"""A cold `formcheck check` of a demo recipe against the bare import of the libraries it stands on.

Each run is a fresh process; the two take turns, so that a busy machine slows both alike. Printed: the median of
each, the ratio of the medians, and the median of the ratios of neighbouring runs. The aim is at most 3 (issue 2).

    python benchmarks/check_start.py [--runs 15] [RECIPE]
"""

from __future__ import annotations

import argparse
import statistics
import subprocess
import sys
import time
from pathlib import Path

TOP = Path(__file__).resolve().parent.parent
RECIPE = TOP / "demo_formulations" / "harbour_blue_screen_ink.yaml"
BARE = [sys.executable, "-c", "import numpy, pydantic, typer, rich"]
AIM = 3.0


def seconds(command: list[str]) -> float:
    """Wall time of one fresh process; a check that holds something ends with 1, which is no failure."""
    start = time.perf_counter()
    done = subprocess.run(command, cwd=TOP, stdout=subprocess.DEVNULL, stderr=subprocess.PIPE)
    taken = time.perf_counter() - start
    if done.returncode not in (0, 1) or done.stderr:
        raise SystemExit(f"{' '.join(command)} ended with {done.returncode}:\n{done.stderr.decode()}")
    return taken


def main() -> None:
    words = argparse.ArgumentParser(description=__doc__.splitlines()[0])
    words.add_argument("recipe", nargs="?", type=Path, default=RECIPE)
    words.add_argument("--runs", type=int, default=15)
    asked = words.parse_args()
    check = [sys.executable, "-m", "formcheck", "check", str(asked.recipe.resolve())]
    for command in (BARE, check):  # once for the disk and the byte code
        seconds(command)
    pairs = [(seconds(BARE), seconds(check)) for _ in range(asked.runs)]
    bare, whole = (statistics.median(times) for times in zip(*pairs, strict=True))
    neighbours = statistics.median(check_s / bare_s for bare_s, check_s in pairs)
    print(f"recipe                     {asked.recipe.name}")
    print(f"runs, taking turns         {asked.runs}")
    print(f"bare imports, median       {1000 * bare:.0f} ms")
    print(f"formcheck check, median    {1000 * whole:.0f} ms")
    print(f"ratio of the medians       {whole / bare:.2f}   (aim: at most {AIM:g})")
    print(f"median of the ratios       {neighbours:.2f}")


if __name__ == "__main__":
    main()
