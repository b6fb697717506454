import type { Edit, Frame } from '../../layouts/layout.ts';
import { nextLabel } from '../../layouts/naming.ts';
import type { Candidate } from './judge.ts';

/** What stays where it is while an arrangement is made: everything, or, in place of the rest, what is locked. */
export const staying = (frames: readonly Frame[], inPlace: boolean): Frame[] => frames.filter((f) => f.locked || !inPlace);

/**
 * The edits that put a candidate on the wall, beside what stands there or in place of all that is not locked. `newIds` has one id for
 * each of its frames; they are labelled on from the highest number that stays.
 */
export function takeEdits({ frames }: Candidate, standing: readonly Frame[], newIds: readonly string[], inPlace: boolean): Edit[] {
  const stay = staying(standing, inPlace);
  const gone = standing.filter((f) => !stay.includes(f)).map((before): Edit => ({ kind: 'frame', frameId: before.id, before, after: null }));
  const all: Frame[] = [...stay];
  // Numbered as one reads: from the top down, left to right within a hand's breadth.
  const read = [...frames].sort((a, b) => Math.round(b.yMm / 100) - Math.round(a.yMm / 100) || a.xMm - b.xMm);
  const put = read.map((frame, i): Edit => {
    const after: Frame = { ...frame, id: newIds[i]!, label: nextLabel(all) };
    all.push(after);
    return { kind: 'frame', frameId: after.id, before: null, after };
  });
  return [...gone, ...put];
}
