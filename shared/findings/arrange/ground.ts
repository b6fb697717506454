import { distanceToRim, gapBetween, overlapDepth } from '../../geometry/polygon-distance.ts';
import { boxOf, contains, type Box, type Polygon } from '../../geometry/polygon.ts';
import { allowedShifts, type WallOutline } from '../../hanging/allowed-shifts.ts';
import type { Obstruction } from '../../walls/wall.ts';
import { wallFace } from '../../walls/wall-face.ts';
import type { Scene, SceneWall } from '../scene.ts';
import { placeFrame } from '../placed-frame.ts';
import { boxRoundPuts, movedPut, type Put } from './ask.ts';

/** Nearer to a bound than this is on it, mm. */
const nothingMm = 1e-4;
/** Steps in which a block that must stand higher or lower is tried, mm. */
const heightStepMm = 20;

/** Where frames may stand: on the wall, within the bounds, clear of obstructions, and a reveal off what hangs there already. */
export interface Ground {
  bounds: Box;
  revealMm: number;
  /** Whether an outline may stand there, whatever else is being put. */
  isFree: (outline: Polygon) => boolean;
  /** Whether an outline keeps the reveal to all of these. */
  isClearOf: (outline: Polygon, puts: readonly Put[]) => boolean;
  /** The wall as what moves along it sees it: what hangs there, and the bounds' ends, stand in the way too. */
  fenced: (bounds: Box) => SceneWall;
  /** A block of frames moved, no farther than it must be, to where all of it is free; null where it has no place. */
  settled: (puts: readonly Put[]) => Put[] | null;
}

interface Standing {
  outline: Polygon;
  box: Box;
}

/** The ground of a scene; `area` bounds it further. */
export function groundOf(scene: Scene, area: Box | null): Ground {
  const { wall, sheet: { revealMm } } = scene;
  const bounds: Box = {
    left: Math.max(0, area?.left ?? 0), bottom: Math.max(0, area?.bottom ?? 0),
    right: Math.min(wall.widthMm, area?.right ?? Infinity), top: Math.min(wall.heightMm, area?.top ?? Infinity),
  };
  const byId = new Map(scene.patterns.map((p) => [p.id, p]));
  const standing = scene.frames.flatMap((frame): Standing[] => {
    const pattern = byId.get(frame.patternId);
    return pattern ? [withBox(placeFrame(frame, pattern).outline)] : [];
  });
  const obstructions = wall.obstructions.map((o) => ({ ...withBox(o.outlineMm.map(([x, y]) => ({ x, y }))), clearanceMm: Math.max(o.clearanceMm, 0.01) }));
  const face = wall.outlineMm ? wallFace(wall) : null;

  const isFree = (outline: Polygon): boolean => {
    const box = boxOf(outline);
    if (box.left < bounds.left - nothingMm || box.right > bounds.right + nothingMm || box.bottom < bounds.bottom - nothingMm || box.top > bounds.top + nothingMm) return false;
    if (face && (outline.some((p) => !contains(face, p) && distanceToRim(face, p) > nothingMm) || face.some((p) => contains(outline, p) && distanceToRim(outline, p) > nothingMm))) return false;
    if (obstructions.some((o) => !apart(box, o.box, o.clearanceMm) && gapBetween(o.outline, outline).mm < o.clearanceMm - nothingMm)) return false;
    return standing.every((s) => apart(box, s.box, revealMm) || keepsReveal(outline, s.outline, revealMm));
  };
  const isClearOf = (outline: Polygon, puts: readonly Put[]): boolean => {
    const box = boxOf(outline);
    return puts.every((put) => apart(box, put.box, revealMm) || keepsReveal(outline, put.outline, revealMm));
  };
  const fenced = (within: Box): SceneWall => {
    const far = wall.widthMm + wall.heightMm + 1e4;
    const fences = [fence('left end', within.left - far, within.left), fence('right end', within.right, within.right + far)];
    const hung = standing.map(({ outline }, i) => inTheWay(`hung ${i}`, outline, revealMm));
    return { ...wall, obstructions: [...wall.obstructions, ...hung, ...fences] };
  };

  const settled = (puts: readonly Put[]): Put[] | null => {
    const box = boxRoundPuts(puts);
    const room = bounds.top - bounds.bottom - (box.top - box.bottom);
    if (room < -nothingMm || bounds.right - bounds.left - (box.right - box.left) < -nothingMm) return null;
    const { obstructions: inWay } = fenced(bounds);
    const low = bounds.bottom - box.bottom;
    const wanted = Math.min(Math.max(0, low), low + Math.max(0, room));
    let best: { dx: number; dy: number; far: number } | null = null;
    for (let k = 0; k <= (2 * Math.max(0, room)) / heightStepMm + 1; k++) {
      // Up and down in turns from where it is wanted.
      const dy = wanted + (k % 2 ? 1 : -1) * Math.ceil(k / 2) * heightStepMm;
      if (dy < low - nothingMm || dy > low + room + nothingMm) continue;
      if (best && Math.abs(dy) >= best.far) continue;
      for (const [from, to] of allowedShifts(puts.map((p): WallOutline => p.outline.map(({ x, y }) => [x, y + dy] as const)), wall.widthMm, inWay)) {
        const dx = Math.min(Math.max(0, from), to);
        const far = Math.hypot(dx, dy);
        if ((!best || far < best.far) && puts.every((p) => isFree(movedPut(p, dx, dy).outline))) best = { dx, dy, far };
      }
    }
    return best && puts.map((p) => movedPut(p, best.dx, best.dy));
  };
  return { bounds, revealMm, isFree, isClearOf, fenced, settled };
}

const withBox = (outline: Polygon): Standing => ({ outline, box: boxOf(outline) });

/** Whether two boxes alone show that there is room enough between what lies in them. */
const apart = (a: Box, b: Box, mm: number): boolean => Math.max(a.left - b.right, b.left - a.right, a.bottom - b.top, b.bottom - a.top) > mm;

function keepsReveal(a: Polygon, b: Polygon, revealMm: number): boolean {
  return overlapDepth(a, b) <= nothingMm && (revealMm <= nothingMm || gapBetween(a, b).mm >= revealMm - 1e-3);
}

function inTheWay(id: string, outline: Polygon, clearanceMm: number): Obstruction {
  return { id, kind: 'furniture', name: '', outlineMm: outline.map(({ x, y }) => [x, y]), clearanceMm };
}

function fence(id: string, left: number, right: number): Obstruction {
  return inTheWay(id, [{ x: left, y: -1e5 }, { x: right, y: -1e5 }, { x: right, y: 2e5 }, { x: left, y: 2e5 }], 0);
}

┄┄┄┄┄┄┄┄┄┄┄┄┄┄┄┄┄┄┄┄

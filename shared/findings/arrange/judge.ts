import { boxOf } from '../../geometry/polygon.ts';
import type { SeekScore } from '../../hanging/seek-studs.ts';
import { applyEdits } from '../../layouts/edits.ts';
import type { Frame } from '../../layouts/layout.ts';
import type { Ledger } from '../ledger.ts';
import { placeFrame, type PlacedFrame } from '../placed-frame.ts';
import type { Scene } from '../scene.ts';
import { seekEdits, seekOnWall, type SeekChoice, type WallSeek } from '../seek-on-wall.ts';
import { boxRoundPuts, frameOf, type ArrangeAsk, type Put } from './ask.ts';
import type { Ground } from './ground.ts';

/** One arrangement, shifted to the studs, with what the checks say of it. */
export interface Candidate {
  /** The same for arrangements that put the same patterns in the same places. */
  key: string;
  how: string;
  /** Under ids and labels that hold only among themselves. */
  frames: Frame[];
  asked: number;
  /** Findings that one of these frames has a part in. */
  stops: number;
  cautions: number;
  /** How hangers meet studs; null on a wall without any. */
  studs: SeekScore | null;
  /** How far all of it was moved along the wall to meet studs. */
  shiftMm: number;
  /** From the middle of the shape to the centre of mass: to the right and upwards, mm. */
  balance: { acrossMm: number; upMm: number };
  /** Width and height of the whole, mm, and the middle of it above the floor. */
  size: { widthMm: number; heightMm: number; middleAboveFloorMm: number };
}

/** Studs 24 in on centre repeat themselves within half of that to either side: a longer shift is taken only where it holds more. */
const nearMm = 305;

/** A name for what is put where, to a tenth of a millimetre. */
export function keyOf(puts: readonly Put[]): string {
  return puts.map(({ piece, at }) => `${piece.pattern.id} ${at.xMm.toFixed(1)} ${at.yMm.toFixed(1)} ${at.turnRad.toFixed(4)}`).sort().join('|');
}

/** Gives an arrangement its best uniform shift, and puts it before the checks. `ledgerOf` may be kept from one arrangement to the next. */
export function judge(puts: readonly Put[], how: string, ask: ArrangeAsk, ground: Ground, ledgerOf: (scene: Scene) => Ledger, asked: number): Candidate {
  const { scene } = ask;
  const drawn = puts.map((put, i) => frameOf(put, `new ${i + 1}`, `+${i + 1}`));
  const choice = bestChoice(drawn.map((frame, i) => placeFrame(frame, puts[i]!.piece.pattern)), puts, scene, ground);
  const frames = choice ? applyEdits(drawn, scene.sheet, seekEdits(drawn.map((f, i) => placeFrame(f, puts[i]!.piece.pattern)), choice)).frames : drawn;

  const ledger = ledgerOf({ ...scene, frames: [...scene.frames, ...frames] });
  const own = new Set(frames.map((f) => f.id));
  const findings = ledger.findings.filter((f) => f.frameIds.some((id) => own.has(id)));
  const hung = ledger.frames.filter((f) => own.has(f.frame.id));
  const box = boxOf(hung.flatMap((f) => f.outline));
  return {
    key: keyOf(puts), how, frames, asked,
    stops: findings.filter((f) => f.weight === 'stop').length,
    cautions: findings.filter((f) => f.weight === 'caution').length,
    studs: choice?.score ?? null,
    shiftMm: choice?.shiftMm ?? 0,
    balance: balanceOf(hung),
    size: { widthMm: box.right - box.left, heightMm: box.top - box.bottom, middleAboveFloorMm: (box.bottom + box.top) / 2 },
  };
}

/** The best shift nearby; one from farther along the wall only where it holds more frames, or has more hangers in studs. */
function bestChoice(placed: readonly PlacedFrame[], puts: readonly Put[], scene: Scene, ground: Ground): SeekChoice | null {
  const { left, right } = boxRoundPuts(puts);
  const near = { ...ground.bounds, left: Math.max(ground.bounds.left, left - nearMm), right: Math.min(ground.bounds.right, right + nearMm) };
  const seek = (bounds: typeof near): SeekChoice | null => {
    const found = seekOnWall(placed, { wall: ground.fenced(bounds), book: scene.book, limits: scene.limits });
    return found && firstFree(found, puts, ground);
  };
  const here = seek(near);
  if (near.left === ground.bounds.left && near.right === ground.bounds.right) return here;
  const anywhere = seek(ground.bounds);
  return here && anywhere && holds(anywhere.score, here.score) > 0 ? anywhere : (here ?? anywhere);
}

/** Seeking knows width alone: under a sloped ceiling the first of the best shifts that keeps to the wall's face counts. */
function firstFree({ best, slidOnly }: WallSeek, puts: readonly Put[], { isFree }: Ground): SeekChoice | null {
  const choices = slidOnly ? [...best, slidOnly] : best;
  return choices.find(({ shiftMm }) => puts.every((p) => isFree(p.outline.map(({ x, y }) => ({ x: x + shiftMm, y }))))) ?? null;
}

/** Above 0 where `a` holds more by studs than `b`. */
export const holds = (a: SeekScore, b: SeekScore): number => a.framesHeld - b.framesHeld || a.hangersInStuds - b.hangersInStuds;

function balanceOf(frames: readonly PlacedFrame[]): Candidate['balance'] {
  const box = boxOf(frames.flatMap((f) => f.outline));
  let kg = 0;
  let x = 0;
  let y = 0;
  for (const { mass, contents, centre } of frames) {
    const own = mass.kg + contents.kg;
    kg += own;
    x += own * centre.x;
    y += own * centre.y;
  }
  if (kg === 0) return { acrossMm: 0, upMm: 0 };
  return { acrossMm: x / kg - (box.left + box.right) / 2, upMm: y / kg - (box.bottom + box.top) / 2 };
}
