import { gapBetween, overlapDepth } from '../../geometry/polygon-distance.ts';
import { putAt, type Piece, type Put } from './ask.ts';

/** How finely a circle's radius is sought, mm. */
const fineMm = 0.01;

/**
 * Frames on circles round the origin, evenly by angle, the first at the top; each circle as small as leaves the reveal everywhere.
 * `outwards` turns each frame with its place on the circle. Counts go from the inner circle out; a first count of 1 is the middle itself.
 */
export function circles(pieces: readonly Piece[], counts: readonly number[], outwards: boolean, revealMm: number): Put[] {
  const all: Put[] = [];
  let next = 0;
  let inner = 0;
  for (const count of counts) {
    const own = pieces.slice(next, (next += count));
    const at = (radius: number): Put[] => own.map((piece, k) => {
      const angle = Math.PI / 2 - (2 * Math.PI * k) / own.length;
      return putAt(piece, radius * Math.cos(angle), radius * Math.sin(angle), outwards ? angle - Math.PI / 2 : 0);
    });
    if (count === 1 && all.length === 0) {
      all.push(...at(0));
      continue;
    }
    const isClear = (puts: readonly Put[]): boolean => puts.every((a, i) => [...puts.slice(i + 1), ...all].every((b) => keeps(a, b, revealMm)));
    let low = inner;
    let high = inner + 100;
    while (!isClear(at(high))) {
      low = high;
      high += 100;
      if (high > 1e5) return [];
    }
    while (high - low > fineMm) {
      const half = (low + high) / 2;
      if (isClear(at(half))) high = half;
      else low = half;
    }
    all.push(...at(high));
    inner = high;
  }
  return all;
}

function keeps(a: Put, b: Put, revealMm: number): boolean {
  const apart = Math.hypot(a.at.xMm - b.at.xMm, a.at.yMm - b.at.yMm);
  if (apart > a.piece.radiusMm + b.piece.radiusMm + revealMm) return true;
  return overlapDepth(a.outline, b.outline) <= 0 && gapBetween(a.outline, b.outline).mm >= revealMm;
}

┄┄┄┄┄┄┄┄┄┄┄┄┄┄┄┄┄┄┄┄

### ASSIGNMENT
As listed above, the lines from the line with "for command in" to the line with "bare, whole = (statistics.median(times)" are to be echoed exactly, with both ends included and nothing added.

### RESPONSE BOX
    for command in (BARE, check):  # once for the disk and the byte code
        seconds(command)
    pairs = [(seconds(BARE), seconds(check)) for _ in range(asked.runs)]
    bare, whole = (statistics.median(times) for times in zip(*pairs, strict=True))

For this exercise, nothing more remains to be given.